Requirement: In the entries below, find the lines that contain the word "region" and copy them.
----- Supplied data
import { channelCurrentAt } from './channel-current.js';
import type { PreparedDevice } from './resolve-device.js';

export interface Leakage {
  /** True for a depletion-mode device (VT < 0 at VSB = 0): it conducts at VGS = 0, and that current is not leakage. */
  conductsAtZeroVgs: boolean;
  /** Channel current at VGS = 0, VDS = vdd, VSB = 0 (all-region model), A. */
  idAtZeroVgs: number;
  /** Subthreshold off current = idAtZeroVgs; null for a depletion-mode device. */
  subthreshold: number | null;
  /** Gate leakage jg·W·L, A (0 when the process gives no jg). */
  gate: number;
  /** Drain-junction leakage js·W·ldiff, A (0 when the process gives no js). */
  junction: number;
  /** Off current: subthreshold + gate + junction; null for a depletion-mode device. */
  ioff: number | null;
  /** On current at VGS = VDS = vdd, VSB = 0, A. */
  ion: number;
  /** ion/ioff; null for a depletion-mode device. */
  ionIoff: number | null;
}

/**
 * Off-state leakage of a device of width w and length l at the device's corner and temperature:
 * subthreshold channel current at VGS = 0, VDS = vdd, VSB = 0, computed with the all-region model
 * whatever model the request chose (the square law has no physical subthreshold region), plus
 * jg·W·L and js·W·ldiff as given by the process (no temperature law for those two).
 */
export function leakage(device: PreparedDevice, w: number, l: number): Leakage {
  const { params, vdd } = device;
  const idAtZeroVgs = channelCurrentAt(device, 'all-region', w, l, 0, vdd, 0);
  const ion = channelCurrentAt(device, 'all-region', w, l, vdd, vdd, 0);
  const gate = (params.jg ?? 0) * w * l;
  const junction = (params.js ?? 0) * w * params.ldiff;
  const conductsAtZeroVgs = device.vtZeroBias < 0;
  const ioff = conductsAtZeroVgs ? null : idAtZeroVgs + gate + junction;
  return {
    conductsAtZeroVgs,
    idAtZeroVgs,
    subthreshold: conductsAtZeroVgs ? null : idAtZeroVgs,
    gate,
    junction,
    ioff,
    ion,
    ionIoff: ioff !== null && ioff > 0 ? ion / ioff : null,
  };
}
----------
Answer:
  /** Channel current at VGS = 0, VDS = vdd, VSB = 0 (all-region model), A. */
 * subthreshold channel current at VGS = 0, VDS = vdd, VSB = 0, computed with the all-region model
 * whatever model the request chose (the square law has no physical subthreshold region), plus
  const idAtZeroVgs = channelCurrentAt(device, 'all-region', w, l, 0, vdd, 0);
  const ion = channelCurrentAt(device, 'all-region', w, l, vdd, vdd, 0);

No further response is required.